Trinity has its first Truman Scholar in 28 years

Salima Etoka '15 in Paris, France, where she spent a semester at the Trinity campus.

Salima Etoka ’15 in Paris, France, where she spent a semester at the Trinity campus.

Salima Etoka ’15, a QuestBridge Scholar and native of the Democratic Republic of Congo, has been awarded a prestigious Truman Scholarship for 2014. She is one of only 59 college students in the country to receive the honor and the first Trinity student to be selected in 28 years.

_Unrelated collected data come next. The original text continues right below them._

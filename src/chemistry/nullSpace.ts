import { type Fraction, negative, one, over, plus, times, zero } from "../quantity/fraction.js";

/**
 * A basis of the solutions x of A·x = 0 in exact arithmetic. `rows` are those of A, all of length `width`; each basis
 * vector has length `width`, with a 1 in its own free place. Gauss–Jordan elimination.
 */
export function nullSpace(rows: readonly (readonly Fraction[])[], width: number): Fraction[][] {
  const matrix = rows.map((row) => [...row]);
  const pivots: number[] = [];
  for (let column = 0; column < width; column++) {
    const top = pivots.length;
    const found = matrix.findIndex((row, index) => index >= top && at(row, column).num !== 0n);
    const pivotRow = matrix[found];
    if (pivotRow === undefined) continue;
    matrix[found] = matrix[top] ?? pivotRow;
    const lead = at(pivotRow, column);
    const scaled = pivotRow.map((value) => over(value, lead));
    matrix[top] = scaled;
    matrix.forEach((row, index) => {
      const weight = at(row, column);
      if (index === top || weight.num === 0n) return;
      matrix[index] = row.map((value, place) => plus(value, negative(times(weight, at(scaled, place)))));
    });
    pivots.push(column);
  }
  const free = Array.from({ length: width }, (_, column) => column).filter((column) => !pivots.includes(column));
  return free.map((chosen) =>
    Array.from({ length: width }, (_, column) => {
      if (column === chosen) return one;
      const row = matrix[pivots.indexOf(column)];
      return row === undefined ? zero : negative(at(row, chosen));
    }),
  );
}

function at(row: readonly Fraction[], index: number): Fraction {
  return row[index] ?? zero;
}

The names of the 59 winners, chosen from a pool of 655 candidates nominated by 293 colleges and universities, were announced recently by former Secretary of State Madeleine K. Albright, president of the Harry S. Truman Scholarship Foundation. The students were set to receive their awards–up to $30,000 for graduate study–during a ceremony at the Truman Library in Independence, Missouri, on May 25.

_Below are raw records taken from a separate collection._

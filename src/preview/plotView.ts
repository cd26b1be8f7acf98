import { parse, View } from "vega";
import { expressionInterpreter } from "vega-interpreter";
import type { Plot, PlotReading } from "../contract/previewProtocol.js";
import { plotColours } from "./plotColours.js";
import type { PlotPlaces } from "./plotPlaces.js";

/** A drawn plot that takes new data without being drawn anew from nothing. */
export interface PlotView {
  readonly hasStrip: boolean;
  show(plot: Plot): void;
  /** Rings a reading; null: none. */
  choose(reading: PlotReading | null): void;
  recolour(): void;
  places(): PlotPlaces;
  end(): void;
}

/** The parts of a linear scale that are used here. */
interface LinearScale {
  (value: number): number;
  invert(place: number): number;
  domain(): number[];
  range(): number[];
}

/** Draws in the element, as wide as it is. Expressions are walked as trees: no code is made of text. */
export function createPlotView(frame: HTMLElement, hasStrip: boolean): PlotView {
  const canvas = document.createElement("div");
  canvas.className = "canvas";
  // What it shows stands in words in its frame's label.
  canvas.setAttribute("aria-hidden", "true");
  frame.append(canvas);
  const spec = hasStrip ? plotSpecs.withStrip : plotSpecs.withoutStrip;
  const view = new View(parse(spec, undefined, { ast: true }), {
    expr: expressionInterpreter,
    renderer: "canvas",
    container: canvas,
    hover: false,
  });
  let finalized = false;
  const draw = (): void => {
    if (!finalized) void view.runAsync();
  };
  const recolour = (): void => {
    for (const [name, value] of Object.entries(plotColours())) view.signal(name, value);
    draw();
  };
  const fillWidth = (): void => {
    const room = frame.clientWidth;
    if (room === 0) return;
    // Axis and padding take their part; what they take is known only once drawn.
    const beside = Math.max(40, view.origin()[0] + 12);
    view.width(Math.max(120, room - beside));
    draw();
  };
  const sizes = new ResizeObserver(fillWidth);
  sizes.observe(frame);
  recolour();

  const scale = (name: string): LinearScale => view.scale(name) as LinearScale;
  return {
    hasStrip,
    show(plot) {
      view.signal("residualTitle", plot.residualTitle);
      if (hasStrip) view.signal("residualSize", plot.residuals.length > 300 ? 3 : 14);
      view.signal("pointSize", plot.readings.length > 300 ? 8 : plot.readings.length > 80 ? 14 : 26);
      view.data(
        "readings",
        plot.readings.map((one) => ({ ...one })),
      );
      view.data(
        "curves",
        plot.curves.map((one) => ({ ...one })),
      );
      view.data(
        "marks",
        plot.marks.map((one) => ({ ...one })),
      );
      view.data(
        "touches",
        plot.marks.flatMap(({ at }) => (at === null ? [] : [{ ...at }])),
      );
      view.data(
        "numbers",
        plot.marks.map(({ number, label }) => ({ ...number, label })),
      );
      if (hasStrip)
        view.data(
          "residuals",
          plot.residuals.map((one) => ({ ...one })),
        );
      view.data("chosen", []);
      if (!finalized) void view.runAsync().then(fillWidth);
    },
    choose(reading) {
      view.data("chosen", reading === null ? [] : [{ t: reading.t, y: reading.y }]);
      draw();
    },
    recolour,
    places() {
      const [left, top] = view.origin();
      const across = scale("x");
      const up = scale(hasStrip ? "concat_0_y" : "y");
      const [from = 0, to = 0] = across.range();
      const [low = 0, high = 0] = across.domain();
      return {
        left: left + Math.min(from, to),
        right: left + Math.max(from, to),
        top,
        bottom: top + Math.max(...up.range()),
        x: (t) => left + across(t),
        y: (signal) => top + up(signal),
        time: (x) => Math.min(high, Math.max(low, across.invert(x - left))),
      };
    },
    end() {
      finalized = true;
      sizes.disconnect();
      view.finalize();
      canvas.remove();
    },
  };
}
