import type { Span } from "../contract/problem.js";
import type { Formula } from "./formula.js";
import type { State } from "./readSpecies.js";

/** A positive rational in lowest terms. */
export interface Coefficient {
  readonly num: number;
  readonly den: number;
}

/** One term of a side, with its place in the equation's text. */
export interface Term {
  readonly coefficient: Coefficient;
  /** declared name or normal form of the formula, without the state */
  readonly species: string;
  readonly formula: Formula | null;
  readonly state: State | null;
  /** coefficient, species and state */
  readonly span: Span;
  /** the species without coefficient and state */
  readonly speciesSpan: Span;
}

export type Arrow = "->" | "<=>";

export interface Equation {
  readonly left: readonly Term[];
  readonly right: readonly Term[];
  readonly arrow: Arrow;
  readonly arrowSpan: Span;
  readonly span: Span;
}

/**
 * Net stoichiometric numbers by species, products positive, without unit; 0 for what stands on both sides alike (a
 * catalyst written out).
 */
export function stoichiometricNumbers(equation: Equation): Map<string, number> {
  const sums = new Map<string, Coefficient>();
  const addAll = (terms: readonly Term[], sign: number): void => {
    for (const { species, coefficient } of terms) {
      const { num, den } = sums.get(species) ?? { num: 0, den: 1 };
      sums.set(species, { num: num * coefficient.den + sign * coefficient.num * den, den: den * coefficient.den });
    }
  };
  addAll(equation.left, -1);
  addAll(equation.right, 1);
  return new Map([...sums].map(([species, { num, den }]) => [species, num / den + 0]));
}

/** The equation in the one ASCII form, states kept: `2 H2O2(aq) -> 2 H2O(l) + O2(g)`. */
export function equationText({ left, right, arrow }: Equation): string {
  return `${sideText(left)} ${arrow} ${sideText(right)}`;
}

function sideText(terms: readonly Term[]): string {
  return terms
    .map(({ coefficient: { num, den }, species, state }) => {
      const count = den === 1 ? (num === 1 ? "" : `${num} `) : `${num}/${den} `;
      return count + species + (state === null ? "" : `(${state})`);
    })
    .join(" + ");
}
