import type { Origin } from "../../contract/problem.js";
import type { Bound } from "../bind/bind.js";
import type { NameUse } from "../bind/binding.js";
import type { NameKind } from "../shape.js";
import { speciesMentions } from "./speciesMentions.js";

/** A place of a name. */
export interface Occurrence {
  readonly origin: Origin;
  readonly declares: boolean;
}

/** A name that stands at a place of the text, with all places of the same thing in this description. */
export interface FoundName {
  readonly kind: NameKind;
  readonly name: string;
  /** where it stands */
  readonly origin: Origin;
  /** in the order of the text, each once */
  readonly occurrences: readonly Occurrence[];
  /** a formula says itself what it is: nothing declares it, and it has no other name */
  readonly formula: boolean;
  /** runs whose column it is; none for names of the file */
  readonly runs: readonly string[];
}

/** The name at an offset, its end included; null where none stands. */
export function nameAt(bound: Bound, offset: number): FoundName | null {
  return declaredNameAt(bound, offset) ?? speciesAt(bound, offset);
}

function holds({ start, end }: Origin, offset: number): boolean {
  return start <= offset && offset <= end;
}

function declaredNameAt({ uses }: Bound, offset: number): FoundName | null {
  const here = uses.find(({ kind, name, origin }) => kind !== "species" && name !== "" && holds(origin, offset));
  if (here === undefined) return null;
  const together = sameThing(uses, here);
  const { kind, name, origin } = here;
  const runs = [...new Set(together.flatMap(({ run }) => run ?? []))];
  return { kind, name, origin, occurrences: occurrencesOf(together), formula: false, runs };
}

function speciesAt(bound: Bound, offset: number): FoundName | null {
  const mentions = speciesMentions(bound);
  const here = mentions.find(({ origin }) => holds(origin, offset));
  if (here === undefined) return null;
  const all = mentions.filter(({ key }) => key === here.key);
  const { key: name, origin } = here;
  const formula = !bound.study.species.some(({ key }) => key === name);
  return { kind: "species", name, origin, occurrences: occurrencesOf(all), formula, runs: [] };
}

/**
 * All uses of the same name. A column belongs to its run; runs that share one of its lines (by `like`, or because it
 * stands above the first run) share the column.
 */
function sameThing(uses: readonly NameUse[], one: NameUse): NameUse[] {
  const alike = uses.filter(({ kind, name }) => kind === one.kind && name === one.name);
  if (one.kind !== "column") return alike;
  const runs = new Set([one.run]);
  const starts = new Set<number>();
  for (let before = -1; before < runs.size + starts.size; ) {
    before = runs.size + starts.size;
    for (const { run, origin } of alike) {
      if (runs.has(run)) starts.add(origin.start);
      else if (starts.has(origin.start)) runs.add(run);
    }
  }
  return alike.filter(({ run }) => runs.has(run));
}

function occurrencesOf(all: readonly Occurrence[]): Occurrence[] {
  const found = new Map<number, Occurrence>();
  for (const { origin, declares } of all) {
    if (!found.has(origin.start)) found.set(origin.start, { origin, declares });
  }
  return [...found.values()].sort((a, b) => a.origin.start - b.origin.start);
}

/** Where a name is declared; of a formula where the reaction has it, else where it stands first. */
export function definitionsOf(bound: Bound, found: FoundName): readonly Origin[] {
  const declared = found.occurrences.filter(({ declares }) => declares).map(({ origin }) => origin);
  if (declared.length > 0 || found.kind !== "species") return declared;
  const mentions = speciesMentions(bound).filter(({ key }) => key === found.name);
  const first = mentions.find(({ inReaction }) => inReaction) ?? mentions[0];
  return first === undefined ? [] : [first.origin];
}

A resident of Boise, Idaho, who is studying this semester in Senegal, Etoka is majoring in urban studies, political science, and French. She is particularly interested in immigrant and refugee rights and diaspora communities.

Etoka was born in Bukavu, Congo, and lived there for nine years. Her family immigrated to the United States in 2002 and settled in Idaho. Five years later, she became an American citizen.

“Anyone who knows me knows that I am proud of my heritage and upbringing,” Etoka said in an e-mail from Dakar, the capital of Senegal. “Although I haven’t been back to Congo since we left, I consider myself Congolese, and the years I spent there influenced who I am today. My time in Idaho also shaped me. The community we found when we arrived in the States really provided me the opportunities to do well, go to Trinity, and then be able to travel the world and continue with my education.”

With the monetary award for graduate school, Etoka said, she’s considering the London School of Economics, where she would study urbanization and development, or perhaps Columbia University, where she would focus on urban policy. As a Truman Scholar, students can study at any college or university as long as the program is connected to the work they want to do after getting their advanced degree. Ultimately, Etoka would like to get her Ph.D. in urban policy or urban studies.